How to Improve Your photography

Never before has photography been so accessable for so many people. We are in the middle of a photographic revolution where photography has been democratised and everyone is a photographer in their own right. In the past photography was limited by cost, technical expertise, limitations and portability of equipment. Today all, or at least most of us, carry a camera with us all the time on our phones. We are also able to share our images in a way unimaginable twenty years ago, there are millions of uploads onto photo sharing websites every day and photography has become an integral pert of our dialogue and communication. As a baby takes it’s first steps, for example, it’s possible to take images on a phone or mobile device, briefly edit them and upload them onto a social sharing platform like Facebook or Instagram and for all friends and family to see within moments! This has revolutionised the way news is reported, how we communicate with each other and record our lives in a way that our parents wouldn’t have even imagined when they were young.

Yet despite this plethora of technology and accessability to fantastic technology do the images being produced still have meaning and are they able to communicate their message? One could argue that all images have some instrinsic worth in that that they record a unique moment and have significance to the photographer despite any technical shortcomings? I think it’s probably true to say that the digital revolution has increased the number of photographs in the world but not necessarily the quality. There are now a huge number of photographers, particularly wedding photographers, many more than there were in the past. There are still amazing images being produced and the advances last ten years have certainly allowed the boundaries of image making to be pushed further and further but, as photographers, we are still limited by our technical knowledge and facility in the first instance and the limitations of our imagination, freedom of thinking and creative eye eventually.
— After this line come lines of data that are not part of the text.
@njit(cache=True, nogil=True)
def _subject(A, X, x_after, r, L, g, tau2, noise, skip_empty, values, errors, variances,
             h, u, nz):
    """L steps of one subject, in place.

    A: (n + 1, n) [Σ; ŵ]; X: (T, n) rows, step t going from X[t] to X[t + 1], and from
    X[L − 1] to x_after (n,); r: (T,); g, tau2, noise: γ, τ², σ_r²; skip_empty: a step
    from an all-zero row reports its error and learns nothing. values, errors, variances
    (T,) receive xᵀŵ, δ and xᵀΣx (before the step's diffusion) for t < L.
    h, u: (n,) and nz: (n,) int scratch.

    Σ is exactly symmetric (the correction keeps it so), so its column j is read as its
    row j, which is contiguous.
    """
    n = A.shape[1]
    for t in range(L):
        x = X[t]
        x_next = X[t + 1] if t + 1 < L else x_after
        # the non-zero entries of x: V(x) = ŵ·x and xᵀΣx over them only
        k = 0
        for i in range(n):
            if x[i] != 0.0:
                nz[k] = i
                k += 1
        v = 0.0
        var = 0.0
        for a in range(k):
            i = nz[a]
            v += x[i] * A[n, i]
            px = 0.0
            for b in range(k):
                j = nz[b]
                px += A[i, j] * x[j]
            var += x[i] * px
        values[t] = v
        variances[t] = var
        if skip_empty and k == 0:
            # featureless state: the error r + γV(x'), nothing learned (kalman_td docstring)
            vn = 0.0
            for i in range(n):
                vn += x_next[i] * A[n, i]
            errors[t] = r[t] + g * vn
            continue
        # h = x − γx' (and its non-zero entries)
        m = 0
        for i in range(n):
            h[i] = x[i] - x_next[i] * g
            if h[i] != 0.0:
                nz[m] = i
                m += 1
        # δ = r − hᵀŵ
        hw = 0.0
        for a in range(m):
            hw += h[nz[a]] * A[n, nz[a]]
        delta = r[t] - hw
        # u ← Σ⁻h = Σh + τ²h  (Σ⁻ = Σ + τ²I; the columns of Σ at h's non-zero entries,
        # read as rows; Σ⁻ itself is formed row by row in the correction below)
        for i in range(n):
            u[i] = tau2 * h[i]
        for a in range(m):
            j = nz[a]
            hj = h[j]
            for i in range(n):
                u[i] += A[j, i] * hj
        # s = hᵀΣ⁻h + σ_r²
        hu = 0.0
        for a in range(m):
            hu += h[nz[a]] * u[nz[a]]
        rs = 1.0 / math.sqrt(hu + noise)
        # u = Σ⁻h/√s,  c = δ/√s  (gain k = u/√s)
        for i in range(n):
            u[i] *= rs
        c = delta * rs
        # Σ ← Σ⁻ − u uᵀ (each entry one exact product: Σ stays exactly symmetric);
        # ŵ ← ŵ + c u.  (Full rows: a loop over the upper triangle alone does half the
        # arithmetic but runs no faster at n = 32, its short rows vectorise poorly.)
        for i in range(n):
            A[i, i] += tau2
            ui = u[i]
            if ui != 0.0:
                for j in range(n):
                    A[i, j] -= ui * u[j]
        for j in range(n):
            A[n, j] += c * u[j]
        errors[t] = delta


def gaussian_steps(A, X, x_after, r, lengths, g, tau2, noise, skip_empty,
                   values, errors, variances, *, parallel: bool = False) -> None:
    """The Kalman steps of S subjects, in place.

    A: (S, n + 1, n) [Σ; ŵ] per subject, updated; X: (S, T, n) rows; x_after: (S, n) the
    row after each subject's last (zero: terminal); r: (S, T); lengths: (S,) intp steps
    per subject (0: untouched); g, tau2, noise: (S,) γ (0 for the reward learner), τ²,
    σ_r²; skip_empty: bool. values, errors, variances: (S, T), written for t < lengths[s].
    Every array float64 and C-contiguous (lengths intp). parallel: use the threaded
    kernel where it is safe and the call is large enough (same numbers, bit for bit).
    """
    args = (A, X, x_after, r, lengths, g, tau2, noise, skip_empty, values, errors, variances)
    big = X.shape[0] > 1 and X.shape[0] * X.shape[1] >= PARALLEL_MIN_STEPS
    if (parallel and big and not _forked[0] and numba.get_num_threads() > 1
            and _parallel_lock.acquire(blocking=False)):
        try:
            _steps_parallel(*args)
        finally:
            _parallel_lock.release()
    else:
        _steps_serial(*args)


@njit(cache=True, nogil=True)
def _steps_serial(A, X, x_after, r, lengths, g, tau2, noise, skip_empty,
                  values, errors, variances):
    S, _, n = X.shape
    h, u, nz = np.empty(n), np.empty(n), np.empty(n, dtype=np.intp)
    for s in range(S):
        _subject(A[s], X[s], x_after[s], r[s], lengths[s], g[s], tau2[s], noise[s],
                 skip_empty, values[s], errors[s], variances[s], h, u, nz)


@njit(cache=True, nogil=True, parallel=True)
def _steps_parallel(A, X, x_after, r, lengths, g, tau2, noise, skip_empty,
                    values, errors, variances):
    S, _, n = X.shape
    for s in prange(S):
        h, u, nz = np.empty(n), np.empty(n), np.empty(n, dtype=np.intp)
        _subject(A[s], X[s], x_after[s], r[s], lengths[s], g[s], tau2[s], noise[s],
                 skip_empty, values[s], errors[s], variances[s], h, u, nz)



@njit(cache=True, nogil=True)
def behaviour_steps(x, var, n, held, cue, y, sigma2, newton_max, tol) -> None:
    """One forward-filter step of each observed subject's estimate of its cue, in place.

    x, var: (S, C) float64 logit modes and variances; n: (S, C) int64 counts; held:
    (S, C) bool, set where an estimate now exists; cue: (S,) intp; y: (S,) float64, 1.0,
    0.0 or nan (not observed: skipped); sigma2: (S,). Subject s runs
    ``performance._filter_step(x, var, y, 0.0, sigma2)`` operation for operation (the
    same bracket, Newton step, bisection fallback and tolerance; ``math.exp`` is the C
    library's, as Python's is), so the numbers are the scalar filter's bit for bit.
    """
    for s in range(y.shape[0]):
        ys = y[s]
        if ys != ys:
            continue
        j = cue[s]
        xs = x[s, j]
        var_pred = var[s, j] + sigma2[s]
        if ys == 1.0:
            lo, hi = xs, xs + var_pred
        else:
            lo, hi = xs - var_pred, xs
        z = xs
        for _ in range(newton_max):
            # p = logistic(z)  (mu = 0)
            if z >= 0.0:
                p = 1.0 / (1.0 + math.exp(-z))
            else:
                e = math.exp(z)
                p = e / (1.0 + e)
            f = z - xs - var_pred * (ys - p)
            if f > 0.0:
                hi = z
            else:
                lo = z
            step = f / (1.0 + var_pred * p * (1.0 - p))
            z_new = z - step
            if not (lo <= z_new and z_new <= hi):
                z_new = 0.5 * (lo + hi)
            if abs(z_new - z) <= tol * (1.0 + abs(z)):
                z = z_new
                break
            z = z_new
        if z >= 0.0:
            p = 1.0 / (1.0 + math.exp(-z))
        else:
            e = math.exp(z)
            p = e / (1.0 + e)
        x[s, j] = z
        var[s, j] = 1.0 / (1.0 / var_pred + p * (1.0 - p))
        n[s, j] += 1
        held[s, j] = True


# --------------------------------------------------------------------------- fit trajectories
#
# The value trajectory a fit needs: before each of a subject's trials, the value (and
# variance) of a few probe rows (the trial's onset row; or the rows of its cue with each
# side), for P parameter sets at once (optimiser points, starts). ``rigloop.batch.onsets``
# packs the rows and calls these. Each parameter set runs the single learner's steps in
# order (methods.md §2, §4 for the Kalman learners; Sutton & Barto 2018 Ch. 12 for TD(λ);
# Rescorla & Wagner 1972), the sums over non-zero entries only, so the numbers agree
# with the learners to rounding (their BLAS dots sum in another order).
#
# Status per parameter set: 0 fine; 1 a prediction error was not finite; 2 the
# innovation variance hᵀΣ⁻h + σ_r² was not a finite number > 0 (the cases in which the
# learners raise BadArgument). A failed set stops at that step; its outputs are partial.


@njit(cache=True, nogil=True)
def _kalman_probes(A, X, r, bounds, probes, has, hptr, hidx, learns, g, tau2, noise, skip_empty,
                   V, var, h, u, nzu):
    """One parameter set's Kalman (TD) trials, in place; returns the status.

    A: (n + 1, n) [Σ; ŵ], the starting state, left at the end state. X: (R, n) every
    trial's rows stacked; r: (R,); bounds: (N + 1,) trial k owns rows bounds[k] to
    bounds[k + 1] (the row after its last is terminal, all zero); probes: (N, Q, n) rows
    read before trial k where has[k]. hptr (R + 1,), hidx: the entries of row t where x
    or the next row x' is non-zero, hidx[hptr[t]:hptr[t + 1]] in index order (where
    h = x − γx' can be non-zero); learns (R,): x has a non-zero entry. g, tau2, noise:
    γ (0 for the reward learner), τ², σ_r². skip_empty: a featureless row learns nothing
    (Kalman TD) or is observed (the filter). V, var: (N, Q) receive xᵀŵ and xᵀΣx of each
    probe (nan where not has[k]). h, u: (n,) and nzu: (n,) intp scratch.

    Sums run over h's possible non-zero entries; where h is zero after all (γ = 0, or
    x = γx') the term is an exact zero and leaves the sum as it was.
    """
    n = A.shape[1]
    N, Q = has.shape[0], probes.shape[1]
    for k in range(N):
        for q in range(Q):
            if has[k]:
                x = probes[k, q]
                v = 0.0
                vv = 0.0
                for i in range(n):
                    xi = x[i]
                    if xi != 0.0:
                        v += xi * A[n, i]
                        px = 0.0
                        for j in range(n):
                            if x[j] != 0.0:
                                px += A[i, j] * x[j]
                        vv += xi * px
                V[k, q] = v
                var[k, q] = vv
            else:
                V[k, q] = math.nan
                var[k, q] = math.nan
        last = bounds[k + 1]
        for t in range(bounds[k], last):
            if skip_empty and not learns[t]:
                continue
            a0, a1 = hptr[t], hptr[t + 1]
            # h = x − γx' (x' the next row of the trial, zero after its last); δ = r − hᵀŵ
            hw = 0.0
            for a in range(a0, a1):
                i = hidx[a]
                xn = X[t + 1, i] if t + 1 < last else 0.0
                hi = X[t, i] - xn * g
                h[i] = hi
                hw += hi * A[n, i]
            delta = r[t] - hw
            if not math.isfinite(delta):
                return 1
            # Σ⁻ = Σ + τ²I, then u ← Σ⁻h (the learner's order: diffuse, then multiply;
            # Σ⁻'s column j read as its row j, Σ⁻ being exactly symmetric)
            if tau2 != 0.0:
                for i in range(n):
                    A[i, i] += tau2
            for i in range(n):
                u[i] = 0.0
            for a in range(a0, a1):
                j = hidx[a]
                hj = h[j]
                for i in range(n):
                    u[i] += A[j, i] * hj
            # s = hᵀΣ⁻h + σ_r²
            hu = 0.0
            for a in range(a0, a1):
                i = hidx[a]
                hu += h[i] * u[i]
            s = hu + noise
            if not (0.0 < s and s < math.inf):
                return 2
            rs = 1.0 / math.sqrt(s)
            # u = Σ⁻h/√s, and its non-zero entries (Σ couples only features that have
            # shared an observation, so u is often short)
            q = 0
            for i in range(n):
                u[i] *= rs
                if u[i] != 0.0:
                    nzu[q] = i
                    q += 1
            c = delta * rs
            # Σ ← Σ⁻ − u uᵀ (each entry one exact product: Σ stays exactly symmetric;
            # a zero product changes nothing); ŵ ← ŵ + (δ/√s) u
            for a in range(q):
                i = nzu[a]
                ui = u[i]
                for b in range(q):
                    j = nzu[b]
                    A[i, j] -= ui * u[j]
                A[n, i] += c * ui
    return 0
This blog is all about how to improve your photography in the digital age. Whilst there will be some discussion about cameras and equipment the main thrust of the information will be about photography styles, finding your own photographic voice and working with the equipment you have rather than constantly striving to have the latest camera upgrade. It’s much cheaper and ultimately much more satisfying to develop your photographic eye and photographic thinking than it is to blow all your savings on the latest 32 mega pixel camera body! Of course the updated equipment will make the job of becoming a good photographer easier it but won’t actually make you a better photographer. A good photographer can make compelling images using any equipment and it can be much more profitable artistically speaking to spend time looking and learning from other photographer’s work than poring over endless equipment reviews and “pixel Peeping” at test photographs!

Photography can become one of the most satisfying and rewarding of hobbies. It can involve a life time of learning and is a great way to challenge your creativity, thinking and view on the world. Some people say that photographers are constantly trying to make sense of the disparate elements around them by organising and arranging in the frame. If this helps to order and record our lives then so much the better. Photography offers a lifetime of learning and I hope that this blog offers some stepping stones along that journey.